Options vs. Constraints
One of the things I enjoy most about conferences is the opportunity to meet new people. At Lean Agile Scotland earlier this year, I met Chris Matts, who has spent a lot of time thinking about options and how they can help us build better software. It was great to be able to hear him […]
One of the things I enjoy most about conferences is the opportunity to meet new people. At Lean Agile Scotland earlier this year, I met Chris Matts, who has spent a lot of time thinking about options and how they can help us build better software. It was great to be able to hear him talk about the subject in person; his perspective is really valuable. Since that time, we’ve maintained a dialog about options, constraints, and their interrelationship. I’ve learned a lot from it. This post captures some of the ideas we’ve shared.
Options Have Value
If you’ve heard of “Real Options,” you’re probably familiar with Chris and the associated meme:
Options have value
Never commit early unless you know why.
There’s a graphic novel that explains the value of this approach and how keeping options open can provide more flexibility and agility. Much of this is intuitive but far too often, in the desire to get things done, we cast aside options early and lock ourselves down to a single approach to solving a problem.
This happens even in good Agile teams. The pressure of timeboxes and deadlines tends to push us to early decisions and commitments. It’s easy to justify doing this, because our decisions reflect the best knowledge available at the time. It’s hard to remember that new knowledge will emerge as we learn more about our work. We’re professionals; we’re paid to know things. It’s easy to become biased against our own future knowledge, even if we recognize that learning is essential to our success.
A time crunch makes this worse. Small timeboxes increase focus and limit work in progress, but they can have the unfortunate side effect of pushing us into safe, familiar approaches, limiting our ability to explore and entertain new ideas. Setting aside time for spikes and experimentation is a valuable way to resist these tendencies. Thinking about our work from the perspective of options is another.

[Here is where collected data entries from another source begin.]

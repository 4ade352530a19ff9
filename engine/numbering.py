"""Node numbers from endpoint label text, in order of first appearance.

:func:`number_labels` works directly on the offsets and bytes of two variable-length text
columns (Arrow's string layout: entry ``k`` is ``text[offsets[k]:offsets[k + 1]]``), the ``from``
and ``to`` endpoints of every branch, and numbers the distinct labels in order of first
appearance over the ``from`` column and then the ``to`` column — the numbering of
``pyarrow.compute.dictionary_encode`` over the two columns end to end, which the reader keeps as
the reference (``io/reader.py: _encode_endpoints_reference``).

The distinct labels sit in a hash table with open addressing and linear probing (Knuth, *The Art
of Computer Programming*, vol. 3, 2nd ed., 1998, §6.4, Algorithm L), hashed by 64-bit FNV-1a
(:data:`ohmgraph.engine.checks.FNV_PRIME`) and placed by the top bits of the hash times
``2**64 / φ`` (Knuth's multiplicative hashing, same section). A slot is two words: the upper 32
bits of the hash beside the label's number, and where the label's text starts beside its
length, so a probe reads the slot and then only the text of a label whose hash bits agree; the
table doubles whenever it would be more than half full (32 to 64 bytes a distinct label).

Branch tables have locality: a column names its labels in roughly the order they first
appeared (a lattice's ``from`` column sweeps the nodes row by row, several times), or repeats
one label (every load to the reference). Before hashing, each entry is therefore compared with
the label numbered right after the column's previous entry, then with that entry itself (a
successor guess). Those labels' text lies in order in the label buffer, so a correct guess
costs a short comparison of bytes in cache instead of a probe at a random place in a table of
millions of slots (dependent cache misses, about 100 ns); a wrong one costs the comparison of a
few bytes.

Entries that go through the table (new labels, and every entry of a table without locality)
overlap their cache misses by software-pipelined prefetching (Chen, Ailamaki, Gibbons and Mowry,
"Improving hash join performance through prefetching", ICDE 2004): each such entry asks for the
home slot of the entry :data:`PREFETCH_DISTANCE` rows ahead and for the text of the label in
the (by then cached) home slot of the entry half as far ahead; the hashes computed ahead are
kept for when their rows come. Measured gains, and the variants that did not help (a small
direct-mapped table of recently seen labels, dropping the guess after repeated misses):
``benchmarks/README.md``.
"""

from __future__ import annotations

from typing import NamedTuple

import numba
import numpy as np
from llvmlite import ir
from numba.core import cgutils, types
from numba.extending import intrinsic

from .checks import FNV_OFFSET, FNV_PRIME
from .growth import with_room

# 2**64 / golden ratio, odd (Knuth's multiplicative hashing).
GOLDEN = np.uint64(0x9E3779B97F4A7C15)
# The table starts with 2**16 slots (1 MiB) and doubles when more than half full.
INITIAL_TABLE_BITS = 16
_LOW32 = np.uint64(0xFFFFFFFF)
# While an entry goes through the hash table, the slot of the entry this many rows ahead, and the
# text of the label in the slot of the entry half as far ahead, are requested from memory.
PREFETCH_DISTANCE = 8
RING = 2 * PREFETCH_DISTANCE


class LabelNumbering(NamedTuple):
    """Distinct labels in order of first appearance and each endpoint's label number.

    Attributes
    ----------
    offsets : ndarray of int32
        ``n + 1`` offsets of the ``n`` labels into ``text`` (Arrow's string layout).
    text : ndarray of uint8
        The labels' bytes end to end.
    from_index, to_index : ndarray of int64
        The label number of every ``from`` and ``to`` entry.
    guessed : int
        Entries numbered by the successor guess, without hashing (the rest were looked up in
        the hash table).
    """

    offsets: np.ndarray
    text: np.ndarray
    from_index: np.ndarray
    to_index: np.ndarray
    guessed: int


def number_labels(from_offsets: np.ndarray, from_text: np.ndarray, to_offsets: np.ndarray,
                  to_text: np.ndarray, table_bits: int = INITIAL_TABLE_BITS) -> LabelNumbering:
    """Number the distinct labels of two text columns in order of first appearance (all of
    ``from``, then ``to``).

    Parameters
    ----------
    from_offsets, to_offsets : ndarray of int32
        ``m + 1`` offsets of each column's ``m`` entries into its text (equal lengths); the
        offsets need not start at 0 (a slice of a longer column).
    from_text, to_text : ndarray of uint8
        The columns' bytes (UTF-8; labels are compared byte for byte).
    table_bits : int
        log2 of the hash table's first size (tests pass tiny tables to force collisions).

    Returns
    -------
    LabelNumbering
    """
    return LabelNumbering(*_number_labels(
        np.ascontiguousarray(from_offsets, np.int32), np.ascontiguousarray(from_text, np.uint8),
        np.ascontiguousarray(to_offsets, np.int32), np.ascontiguousarray(to_text, np.uint8),
        int(table_bits)))


@numba.njit(cache=True, nogil=True, inline="always")
def label_hash(text, start, end):
    """64-bit FNV-1a of ``text[start:end]`` times ``2**64 / φ`` (slot bits at the top)."""
    value = FNV_OFFSET
    for k in range(start, end):
        value = (value ^ np.uint64(text[k])) * FNV_PRIME
    return value * GOLDEN


@intrinsic
def _prefetch(typingctx, array, index):
    """Ask the processor to bring ``array[index]`` into cache (LLVM's ``llvm.prefetch``: a
    read, high locality); no effect on any value, never faults."""
    def codegen(context, builder, signature, args):
        array_type = signature.args[0]
        view = context.make_array(array_type)(context, builder, args[0])
        pointer = cgutils.get_item_pointer(context, builder, array_type, view, [args[1]],
                                           wraparound=False)
        byte_pointer = ir.IntType(8).as_pointer()
        word = ir.IntType(32)
        function = builder.module.declare_intrinsic(
            "llvm.prefetch", [byte_pointer],
            ir.FunctionType(ir.VoidType(), [byte_pointer, word, word, word]))
        builder.call(function, [builder.bitcast(pointer, byte_pointer), word(0), word(3),
                                word(1)])
        return context.get_dummy_value()

    return types.void(array, index), codegen


@numba.njit(cache=True, nogil=True, inline="always")
def _same_text(text, start, end, labels, label_start, label_end):
    """Whether ``text[start:end]`` equals ``labels[label_start:label_end]``."""
    if end - start != label_end - label_start:
        return False
    for k in range(end - start):
        if text[start + k] != labels[label_start + k]:
            return False
    return True


@numba.njit(cache=True, nogil=True)
def _doubled_table(table, bits):
    """The entries of ``table`` (``2**bits`` slots of two words) placed in a table twice as
    large."""
    bits += 1
    larger = np.zeros(np.int64(2) << bits, np.uint64)
    mask = (np.int64(1) << bits) - 1
    for old in range(table.size // 2):
        entry = table[2 * old]
        if entry != 0:
            slot = np.int64(entry >> np.uint64(64 - bits))
            while larger[2 * slot] != 0:
                slot = (slot + 1) & mask
            larger[2 * slot] = entry
            larger[2 * slot + 1] = table[2 * old + 1]
    return larger


@numba.njit(cache=True, nogil=True)
def _number_labels(from_offsets, from_text, to_offsets, to_text, table_bits):
    m = from_offsets.size - 1
    from_index = np.empty(m, np.int64)
    to_index = np.empty(m, np.int64)
    bits = table_bits
    # slot k: table[2k] = (upper 32 hash bits << 32) | (number + 1), 0 when empty;
    # table[2k + 1] = (start of the label's text << 32) | its length
    table = np.zeros(np.int64(2) << bits, np.uint64)
    label_offsets = np.zeros(1024, np.int32)
    labels = np.empty(16384, np.uint8)
    n = 0
    guessed = 0         # returned; numba 0.68 compiled the loop without this count 1.8x slower
    for column in range(2):
        offsets = from_offsets if column == 0 else to_offsets
        text = from_text if column == 0 else to_text
        index = from_index if column == 0 else to_index
        previous = -1
        ring_row = np.full(RING, -1, np.int64)
        ring_hash = np.zeros(RING, np.uint64)
        for row in range(m):
            start, end = offsets[row], offsets[row + 1]
            guess = previous + 1
            if guess < n and _same_text(text, start, end, labels, label_offsets[guess],
                                        label_offsets[guess + 1]):
                index[row] = guess
                previous = guess
                guessed += 1
                continue
            if previous >= 0 and _same_text(text, start, end, labels, label_offsets[previous],
                                            label_offsets[previous + 1]):
                index[row] = previous
                guessed += 1
                continue
            # hashes computed ahead are kept by row in a ring of 2 * PREFETCH_DISTANCE
            if ring_row[row % RING] == row:
                hashed = ring_hash[row % RING]
            else:
                hashed = label_hash(text, start, end)
            # prefetch the home slot of the entry PREFETCH_DISTANCE rows ahead and, where the
            # home slot of the entry half as far ahead holds its hash bits, that label's text
            ahead = row + PREFETCH_DISTANCE
            if ahead < m:
                later = label_hash(text, offsets[ahead], offsets[ahead + 1])
                ring_row[ahead % RING] = ahead
                ring_hash[ahead % RING] = later
                _prefetch(table, 2 * np.int64(later >> np.uint64(64 - bits)))
                ahead = row + PREFETCH_DISTANCE // 2
                if ring_row[ahead % RING] == ahead:
                    later = ring_hash[ahead % RING]
                else:
                    later = label_hash(text, offsets[ahead], offsets[ahead + 1])
                home = 2 * np.int64(later >> np.uint64(64 - bits))
                if table[home] >> np.uint64(32) == later >> np.uint64(32):
                    _prefetch(labels, np.int64(table[home + 1] >> np.uint64(32)))
            tag = hashed >> np.uint64(32)
            mask = (np.int64(1) << bits) - 1
            slot = np.int64(hashed >> np.uint64(64 - bits))
            found = -1
            while table[2 * slot] != 0:
                if table[2 * slot] >> np.uint64(32) == tag:
                    where = table[2 * slot + 1]
                    label_start = np.int64(where >> np.uint64(32))
                    if _same_text(text, start, end, labels, label_start,
                                  label_start + np.int64(where & _LOW32)):
                        found = np.int64(table[2 * slot] & _LOW32) - 1
                        break
                slot = (slot + 1) & mask
            if found < 0:
                found = n
                n += 1
                if n + 1 > label_offsets.size:
                    label_offsets = with_room(label_offsets, n + 1)
                at = label_offsets[found]
                if at + end - start > labels.size:
                    labels = with_room(labels, at + end - start)
                for k in range(end - start):
                    labels[at + k] = text[start + k]
                label_offsets[n] = at + end - start
                table[2 * slot] = (tag << np.uint64(32)) | np.uint64(n)
                table[2 * slot + 1] = (np.uint64(at) << np.uint64(32)) | np.uint64(end - start)
                if 2 * n > table.size // 2:
                    table = _doubled_table(table, bits)
                    bits += 1
            index[row] = found
            previous = found
    return (label_offsets[:n + 1].copy(), labels[:label_offsets[n]].copy(), from_index,
            to_index, guessed)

Optionality reminds us that we’ll learn more as we go and that learning will help expose new options. Agile approaches are intended to foster that. Each time we deliver working software, we get an opportunity to understand more about our stakeholders and how they expect to benefit from our software. Regular cycles of learning are an essential part of exploring, and then exploiting, options.
This is where constraints and options can work together. I haven’t pinned Chris down yet, but I think that he and I disagree about how constraints and options are related. He defines a constraint as a lack of options. Technically, I believe this is true, but as I’ve written about before, I think constraints are an essential aspect of self-organization. Without constraints, self-organized complexity does not occur. Constraints can work in two ways; they can limit options, but they can also trigger new ones.
That’s what happens in an effective Agile team. The constraint of delivering working software at regular intervals leads the team to self-organize. They deliver what they agree will be most valuable. That delivery triggers learning, exposing the limits of their current knowledge, and revealing new, unanticipated, options. In this way, constraints and options work together to produce effective software. The team leverages constraints to discover options and create new ways to address their challenges.
This approach is most effective when the team and their stakeholders recognize that they cannot know everything up front. They must embrace the idea that new knowledge will emerge and that learning is essential to discover the best solution. To me, that is the real power of optionality. By helping us remember that the ability to make a choice has real value, optionality encourages us to maintain freedom in our decision-making and prevents us from locking down our approach too early.
I think this is a good way to summarize it (derived from this post):
The last responsible moment preserves options and our ability to make a choice.
The first irresponsible moment eliminates options and forces our hand.
I encourage you to try this with your teams. Think about the options you have. Think about how you might preserve them while you learn more. Are you locking down decisions at the right time, or are you making them too early under time pressure? Do you consciously decide to exclude other options? Do you understand the costs of those decisions? The perspective of optionality is a good way to have more effective conversations around those questions.